| Task requirements |
Bring together every line in the data that includes "spreads".

| Saved entries |
class PlanStack(param.Parameterized):
    """Up to four plans from the fitted case, solved and compared with the patient."""

    case = param.ClassSelector(class_=CaseState, doc="The session's live case (units).")
    fitting = param.ClassSelector(class_=PatientFit, doc="The fit the plans start from.")
    levers = param.ClassSelector(class_=LeverPlans, doc="The ranked what-ifs.")
    plans = param.List(default=[], doc="model.plans.Plan, in the order made.")
    base = param.Dict(default=None, allow_None=True, doc="Readings of the fitted case.")
    outcomes = param.List(default=[], doc="model.plans.PlanOutcome per plan.")
    spreads = param.List(default=[], doc="Curve models' reading spread: patient, each plan.")
    plan_message = param.String(default="", doc="Outcome of the last plan action.")

    def __init__(self, **params):
        super().__init__(**params)
        # A new fit (or none) solves the plans again, even when set to an equal value.
        self.fitting.param.watch(lambda _e: self.solve(), "fit", onlychanged=False)
        self.case.param.watch(lambda _e: self._refresh_words(), ["hb_unit", "pressure_unit"])

    def _refresh_words(self) -> None:
        # Words follow the units: views watch ``outcomes``; send them again as they are.
        self.param.trigger("outcomes")

    # ------------------------------------------------------------------ solving
    def solve(self) -> None:
        """Solve every plan against the fitted case (model.plans.compare_plans)."""
        fit = self.fitting.fit
        if fit is None:
            self.param.update(base=None, outcomes=[], spreads=[])
            return
        try:
            base, outcomes = model_plans.compare_plans(fit.inputs, self.plans)
        except ValueError as exc:
            self.param.update(base=None, outcomes=[], spreads=[], plan_message=f"Not solved: {exc}")
            return
        results = [fit.result] + [o.result for o in outcomes]
        spreads = [self._spread(r) for r in results]
        self.param.update(base=base, outcomes=outcomes, spreads=spreads)

    @staticmethod
    def _spread(result) -> dict | None:
        if result is None:
            return None
        return spread.reading_spread(
            float(result.arterial.po2_mmhg),
            float(result.venous.po2_mmhg),
            float(result.hb_g_dl),
            result.arterial_conditions,
            result.venous_conditions,
        )

    # ------------------------------------------------------------------ editing
    def _set_plans(self, plans: list[Plan], message: str) -> None:
        self.plans = plans
        self.plan_message = message
        self.solve()

    def add_plan(self, name: str = "") -> int | None:
        """A new empty plan (named the first free 'Plan A'...); its index, None if full."""
        if len(self.plans) >= model_plans.MAX_PLANS:
            self.plan_message = (
                f"Not added: {model_plans.MAX_PLANS} plans are compared at most; remove one first."
            )
            return None
        taken = {p.name for p in self.plans}
        name = name or next(n for n in (*PLAN_NAMES, "Plan E") if n not in taken)
        self._set_plans([*self.plans, Plan(name)], f"{name} added: give it its changes.")
        return len(self.plans) - 1

    def remove_plan(self, index: int) -> bool:
        if not 0 <= index < len(self.plans):
            return False
        gone = self.plans[index].name
        self._set_plans([p for i, p in enumerate(self.plans) if i != index], f"{gone} removed.")
        return True

    def rename_plan(self, index: int, name: str) -> bool:
        if not 0 <= index < len(self.plans):
            return False
        try:
            text = model_plans.check_plan_name(name)
        except ValueError as exc:
            self.plan_message = f"Not renamed: {exc}."
            return False
        if text == self.plans[index].name:
            return True
        plans = list(self.plans)
        plans[index] = dataclasses.replace(plans[index], name=text)
        self._set_plans(plans, f"Renamed to {text}.")
        return True

    def set_change(
        self, index: int, position: int, kind: str, display_value, stored_blood: bool = False
    ) -> bool:
        """Set the change at ``position`` of a plan (or add one at the end), typed in display
        units; a value out of range is refused with field, value, range and unit."""
        if not 0 <= index < len(self.plans):
            self.plan_message = "Add a plan first."
            return False
        plan = self.plans[index]
        unit = kind_unit(self.case, kind)
        if display_value is None or not math.isfinite(float(display_value)):
            self.plan_message = f"Not changed: {kind_label(self.case, kind)} needs a value."
            return False
        change = Change(kind, change_from_display(self.case, kind, float(display_value)))
        change = dataclasses.replace(change, stored_blood=bool(stored_blood and kind == "hb"))
        try:
            change = model_plans.check_change(change)
        except ValueError:
            self.plan_message = (
                f"Not changed: {kind_name(kind)} = {float(display_value):g}"
                f"{' ' + unit if unit else ''} is outside the allowed range "
                f"{change_range(self.case, kind)}."
            )
            return False
        changes = list(plan.changes)
        if 0 <= position < len(changes):
            changes[position] = change
        elif len(changes) >= model_plans.MAX_CHANGES:
            self.plan_message = f"Not added: a plan holds {model_plans.MAX_CHANGES} changes."
            return False
        else:
            changes.append(change)
        plans = list(self.plans)
        plans[index] = Plan(plan.name, tuple(changes))
        self._set_plans(plans, f"{plan.name}: {change_text(self.case, change)}.")
        return True

    def remove_change(self, index: int, position: int) -> bool:
        if not 0 <= index < len(self.plans):
            return False
        plan = self.plans[index]
        if not 0 <= position < len(plan.changes):
            return False
        gone = change_text(self.case, plan.changes[position])
        changes = tuple(c for j, c in enumerate(plan.changes) if j != position)
        plans = list(self.plans)
        plans[index] = Plan(plan.name, changes)
        self._set_plans(plans, f"{plan.name}: removed {gone}.")
        return True

    def add_lever(self, key: str, target: int = -1) -> bool:
        """Put a ranked what-if into plan ``target`` (a new plan when -1), replacing a change
        of the same kind there."""
        outcome = next((o for o in self.levers.lever_table if o.key == key), None)
        fit = self.fitting.fit
        if outcome is None or outcome.error or fit is None:
            self.plan_message = "Choose a what-if from the ranked table first."
            return False
        change = model_plans.change_from_lever(outcome, fit.inputs)
        if not 0 <= target < len(self.plans):
            target = self.add_plan()
            if target is None:
                return False
        plan = self.plans[target]
        changes = list(plan.changes)
        same = next((j for j, c in enumerate(changes) if c.kind == change.kind), None)
        if same is None:
            if len(changes) >= model_plans.MAX_CHANGES:
                self.plan_message = f"Not added: a plan holds {model_plans.MAX_CHANGES} changes."
                return False
            changes.append(change)
        else:
            changes[same] = change
        plans = list(self.plans)
        plans[target] = Plan(plan.name, tuple(changes))
        self._set_plans(plans, f"{plan.name}: {change_text(self.case, change)}.")
        return True

    def apply_plan(self, index: int, case_label: str = "") -> bool:
        """Make a solved plan the live case, the fitted case its baseline."""
        if not 0 <= index < len(self.outcomes):
            self.plan_message = "Fit the model first: plans start from the fitted case."
            return False
        outcome = self.outcomes[index]
        if outcome.error:
            self.plan_message = f"Not applied: {outcome.error}"
            return False
        why_not = self.fitting.apply_what_if(outcome.inputs, outcome.plan.name, case_label)
        self.plan_message = (
            f"Not applied: {why_not}"
            if why_not
            else f"Live case: {outcome.plan.name}. Baseline: the fitted case."
        )
        return not why_not

    def restore(self, plans) -> None:
        """Replace the plans with those of an opened case."""
        self._set_plans([model_plans.check_plan(p) for p in plans][: model_plans.MAX_PLANS], "")

    def saved(self) -> list[Plan]:
        return list(self.plans)

    # ------------------------------------------------------------------ for views
    def change_choices(self, index: int) -> dict[str, int]:
        """'1. Transfuse to Hb 100 g/L' -> position, then '+ new change' -> -1."""
        if not 0 <= index < len(self.plans):
            return {}
        out = {
            f"{j + 1}. {change_text(self.case, c)}": j
            for j, c in enumerate(self.plans[index].changes)
        }
        out["+ new change"] = -1
        return out

    def change_display(self, index: int, position: int) -> tuple[str, float | None, bool]:
        """(kind, value in display units, stored blood) of a change, for its editor."""
        if not 0 <= index < len(self.plans) or not 0 <= position < len(self.plans[index].changes):
            return ("fio2", None, False)
        c = self.plans[index].changes[position]
        return (c.kind, change_to_display(self.case, c.kind, c.value), c.stored_blood)

    def steps_text(self, index: int) -> list[str]:
        """The plan's changes as applied to the fitted case (else as typed), in order."""
        if not 0 <= index < len(self.plans):
            return []
        plan = self.plans[index]
        outcome = self.outcomes[index] if index < len(self.outcomes) else None
        if outcome is None:
            return [change_text(self.case, c) for c in plan.changes]
        texts = [step_text(self.case, s) for s in outcome.steps]
        texts += [change_text(self.case, c) + ": not reached" for c in plan.changes[len(texts) :]]
        return texts

    def step_notes(self, index: int) -> list[str]:
        if not 0 <= index < len(self.outcomes):
            return []
        return [s.note for s in self.outcomes[index].steps if s.applied and s.note]

    def column_names(self) -> list[str]:
        return ["Patient (fitted)", *(p.name for p in self.plans)]

    def _format(self, kind: str, value: float, delta: bool = False) -> str:
        return number(self.case, kind, value, delta)

    def _unit(self, kind: str) -> str:
        return unit_of(self.case, kind)

    def _spread_text(self, kind: str, column: int, key: str) -> str:
        if column >= len(self.spreads) or self.spreads[column] is None:
            return ""
        part = self.spreads[column][SPREAD_ROWS[key]]
        low, high = self._format(kind, part["low"]), self._format(kind, part["high"])
        return f"{low}–{high}" if low != high else low

    def compare_rows(self) -> list[CompareRow]:
        """The side-by-side table: patient (fitted) then each plan; changes are plan minus
        patient; the curve models' range beside SaO2, P50 and O2 extracted per litre."""
        if self.base is None:
            return []
        rows = []
        for key, label, kind in COMPARE_ROWS:
            cells = [Cell(self._format(kind, self.base[key]), "", self._spread_cell(kind, 0, key))]
            for i, o in enumerate(self.outcomes, start=1):
                if o.error:
                    cells.append(Cell("–", "", ""))
                    continue
                cells.append(
                    Cell(
                        self._format(kind, o.values[key]),
                        self._format(kind, o.deltas[key], delta=True),
                        self._spread_cell(kind, i, key),
                    )
                )
            rows.append(CompareRow(key, label, self._unit(kind), tuple(cells)))
        return rows

    def _spread_cell(self, kind: str, column: int, key: str) -> str:
        return self._spread_text(kind, column, key) if key in SPREAD_ROWS else ""

    def curves(self) -> dict:
        """The patient's curve with the curve models' band, and each plan's arterial curve and
        arterial and venous points, in display units (PO2 at each case's temperature)."""
        fit = self.fitting.fit
        to_p = self.case.pressure_to_display
        x = np.array([to_p(p) for p in PO2_GRID_MMHG])
        out: dict = {"x": x, "patient": None, "band": None, "plans": []}
        if fit is None:
            return out
        r = fit.result
        out["patient"] = self._curve_view(r, "Patient (fitted)")
        band = spread.curve_band(PO2_GRID_MMHG, r.arterial_conditions)
        out["band"] = (100.0 * band["low"], 100.0 * band["high"])
        for o in self.outcomes:
            if o.result is not None:
                out["plans"].append(self._curve_view(o.result, o.plan.name))
            else:
                out["plans"].append(None)
        tops = [out["patient"]["arterial_point"][0]] + [
            p["arterial_point"][0] for p in out["plans"] if p is not None
        ]
        out["x_max"] = max(float(x[-1]), 1.08 * max(tops))
        return out

    def _curve_view(self, result, name: str) -> dict:
        to_p = self.case.pressure_to_display
        grid = PO2_GRID_MMHG
        x_extra = float(result.arterial.po2_mmhg)
        po2 = np.append(grid, x_extra) if x_extra > grid[-1] else grid
        so2 = 100.0 * np.asarray(model.saturation(po2, **result.arterial_conditions), dtype=float)
        return {
            "name": name,
            "x": np.array([to_p(p) for p in po2]),
            "y": so2,
            "arterial_point": (
                to_p(float(result.arterial.po2_mmhg)),
                100.0 * float(result.arterial.so2),
            ),
            "venous_point": (to_p(float(result.venous.po2_mmhg)), 100.0 * float(result.venous.so2)),
            "temperature_c": float(result.temperature_c),
        }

| Solution below |
    spreads = param.List(default=[], doc="Curve models' reading spread: patient, each plan.")
            self.param.update(base=None, outcomes=[], spreads=[])
            self.param.update(base=None, outcomes=[], spreads=[], plan_message=f"Not solved: {exc}")
        spreads = [self._spread(r) for r in results]
        self.param.update(base=base, outcomes=outcomes, spreads=spreads)
        if column >= len(self.spreads) or self.spreads[column] is None:
        part = self.spreads[column][SPREAD_ROWS[key]]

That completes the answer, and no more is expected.